すべての世界で、キミのことが好き❤~告白相手を間違えた理由
 しばらくすると、結愛たちは並んで砂の上に座った。
 そのタイミングでふたりの近くまで歩いていく。

 実際に結愛の顔を見ると、石田さんと付き合うことになったなんて、なかなか言えない。

 というか、目が赤くて、泣きはらした後のような感じだった。

 どうしたんだろう。

 すごく心配になって、付き合った報告なんて、どうでもよくなった。理由を聞こうとした時だった。

「あのね、私たちね、付き合うことになったの」

 石田さんが早速ふたりに報告した。

 結愛は一瞬、人生の終わりのような表情をして動きが止まった。
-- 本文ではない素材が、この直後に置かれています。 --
namespace Campaigns.Statistics.Corrections;

/// <summary>Bonferroni's correction: every p-value times the size of the family.</summary>
/// <remarks>The adjusted p-value is m p, one product rounded once.</remarks>
public sealed class Bonferroni : Correction
{
    /// <inheritdoc/>
    public override string Key => "bonferroni";

    /// <inheritdoc/>
    public override string Name => "Bonferroni";

    /// <inheritdoc/>
    public override ErrorRate Controls => ErrorRate.Familywise;

    /// <inheritdoc/>
    public override Dependence ValidUnder => Dependence.Any;

    /// <inheritdoc/>
    public override string Guarantee => "The probability of at least one false survivor is at most the level, whatever the dependence between experiments.";

    /// <inheritdoc/>
    public override string Source => "O. J. Dunn (1961), Journal of the American Statistical Association 56:52-64";

    /// <inheritdoc/>
    public override double? BoundaryAt(int rank, int familySize, double level) => level / familySize;

    /// <inheritdoc/>
    protected override void AdjustSorted(ReadOnlySpan<double> sorted, int familySize, Span<double> adjusted)
    {
        for (int k = 0; k < sorted.Length; k++)
        {
            adjusted[k] = familySize * sorted[k];
        }
    }
}
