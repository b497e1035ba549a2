using Campaigns.Statistics.Numerics;

namespace Campaigns.Statistics.Corrections;

/// <summary>Holm's step-down correction with weights, never weaker than Bonferroni's with the same weights.</summary>
/// <remarks>With ranks by p/w, the adjusted p-value of rank k is the largest p(j)/w(j) times the sum of the weights from rank j on, over j &lt;= k. It is closed testing with weighted Bonferroni tests.</remarks>
public sealed class WeightedHolm : WeightedCorrection
{
    /// <inheritdoc/>
    public override string Key => "weighted-holm";

    /// <inheritdoc/>
    public override string Name => "Weighted Holm";

    /// <inheritdoc/>
    public override ErrorRate Controls => ErrorRate.Familywise;

    /// <inheritdoc/>
    public override Dependence ValidUnder => Dependence.Any;

    /// <inheritdoc/>
    public override string Guarantee =>
        "The probability of at least one false survivor is at most the level, whatever the dependence between experiments, if the weights were fixed before the data.";

    /// <inheritdoc/>
    public override string Source => "S. Holm (1979), Scandinavian Journal of Statistics 6:65-70; Y. Benjamini and Y. Hochberg (1997), Scandinavian Journal of Statistics 24:407-418";

    private protected override bool IsStepUp => false;

    private protected override (DoubleDouble Weights, int Divisor) FactorAt(int rank, DoubleDouble total, DoubleDouble from) => (from, 1);
}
それから彼女の瞳から一気に涙が溢れてきた。

「えっ? 結愛、大丈夫?」

 石田さんが声をかけるも、結愛にはその声が届いてないみたいだった。泣きすぎて呼吸も乱れている。

「結愛、どうした?」

 指で結愛の涙を拭おうとした時、陸が俺の手をはね返した。

「僕たちも、付き合うから!」

 全く予想していなかった陸の言葉。

「はっ?」

「はっ?じゃないし。悠真、結愛ちゃんと付き合ってたんじゃねーの?」

「えっ? 結愛、誰にも内緒ねって……」

 俺は結愛を見た。結愛はうつむいている。

 あ、陸に、言ったんだ。

「どういう事?」

 石田さんが眉間にシワを寄せる。

 一瞬で、ぐちゃぐちゃになった。

 結愛と陸が付き合う。
 ふたりが付き合うのが正しいはずなのに。

 実際に聞くと、モヤモヤやイライラ、負の感情しか湧かない。